また、閲覧すると他の相続人へ保管していることの通知が行われます。
モニター閲覧1,400円
原本閲覧1,700円

まとめ

遺言は法律で定められた3通りの方法で行わないと、法的な強制力のある遺言とはならない訳ですが、具体的にどの方法を選択すれば良いのかと悩んだ時の選択肢としては、法務局での保管制度利用を前提にすれば費用や手続きの簡単さを優先すれば自筆証書遺言、より厳密に確実に行いたいのであれば公正証書遺言になると思います。

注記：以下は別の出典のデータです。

@dataclass(frozen=True, slots=True, kw_only=True)
class PlanDocument:
    """A plan JSON (``notchkit plan --outdir``) or design JSON (``notchkit design --json``).

    The design JSON has only ``site``, ``meets`` and ``filters``; the plan adds
    the site file, the date, the version, the units and the survey.
    """

    site: str | None
    meets: bool
    filters: tuple[FilterRecord, ...]
    site_file: str | None = None
    date: str | None = None
    notchkit_version: str | None = None
    units: str | None = None
    survey: Mapping[str, Any] | None = None
    extra: Mapping[str, Any] = field(default_factory=dict)
    """Top-level keys no reader uses, as written."""
    path: str | None = field(default=None, compare=False)
    """The file it was read from (not written)."""

    def filter(self, filter_id: str) -> FilterRecord:
        """The filter with this id; :class:`PlanFileError` naming the ids there are."""
        for f in self.filters:
            if f.id == filter_id:
                return f
        known = ", ".join(f.id for f in self.filters[:20]) or "none"
        raise PlanFileError(f"{self.path or 'plan'}: filter {filter_id!r} is not in this plan "
                            f"(filters: {known})")

    def stub(self, stub_id: str) -> tuple[FilterRecord, StubRecord]:
        """The stub with this id and its filter; :class:`PlanFileError` when there is none."""
        ids = []
        for f in self.filters:
            for s in f.stubs:
                if s.id == stub_id:
                    return f, s
                ids.append(s.id)
        known = ", ".join(ids[:12]) + (", ..." if len(ids) > 12 else "") if ids else "none"
        raise PlanFileError(f"{self.path or 'plan'}: stub {stub_id!r} is not a stub id in this plan "
                            f"(stubs: {known})")

    def to_json(self) -> dict[str, Any]:
        out: dict[str, Any] = {"site": self.site}
        for key in ("site_file", "date", "notchkit_version", "units"):
            v = getattr(self, key)
            if v is not None:
                out[key] = v
        out["meets"] = self.meets
        out["filters"] = [f.to_json() for f in self.filters]
        for k, v in self.extra.items():
            out.setdefault(k, v)
        if self.survey is not None:
            out["survey"] = self.survey
        return out

    @classmethod
    def from_json(cls, doc: Any, *, path: str = "plan", text: str | None = None) -> PlanDocument:
        """Validate a parsed plan JSON; ``text`` (the file's text) gives line and column."""
        r = _Reader(path, text)
        obj = r.obj(doc, "")
        filters = tuple(FilterRecord.from_json(r, f, f"filters[{i}]")
                        for i, f in enumerate(r.items(obj, "filters", "", MAX_FILTERS)))
        meta = {}
        for key in ("site", "site_file", "date", "notchkit_version", "units"):
            v = obj.get(key)
            if v is not None and not isinstance(v, str):
                r.fail(key, f"{v!r} must be text or null", (key,))
            meta[key] = v
        survey = obj.get("survey")
        if survey is not None and not isinstance(survey, dict):
            r.fail("survey", "must be an object", ("survey",))
        known = {"filters", "meets", "survey", *meta}
        return cls(filters=filters, meets=r.flag(obj, "meets", ""), survey=survey, path=path,
                   extra={k: v for k, v in obj.items() if k not in known}, **meta)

どちらの方法であろうとも遺言の内容については自分の意思をしっかりと書くことが重要です。
しかし、その内容によっては相続発生時に内容通りに実行されない場合もあります。
残念なことに、その場に自分はいません、残った家族のことを思えば遺言内容について専門家にアドバイスをもらうことも検討した方がよいように思います。また、相続を託す信頼できる者をだれか決めて依頼しておくと安心です。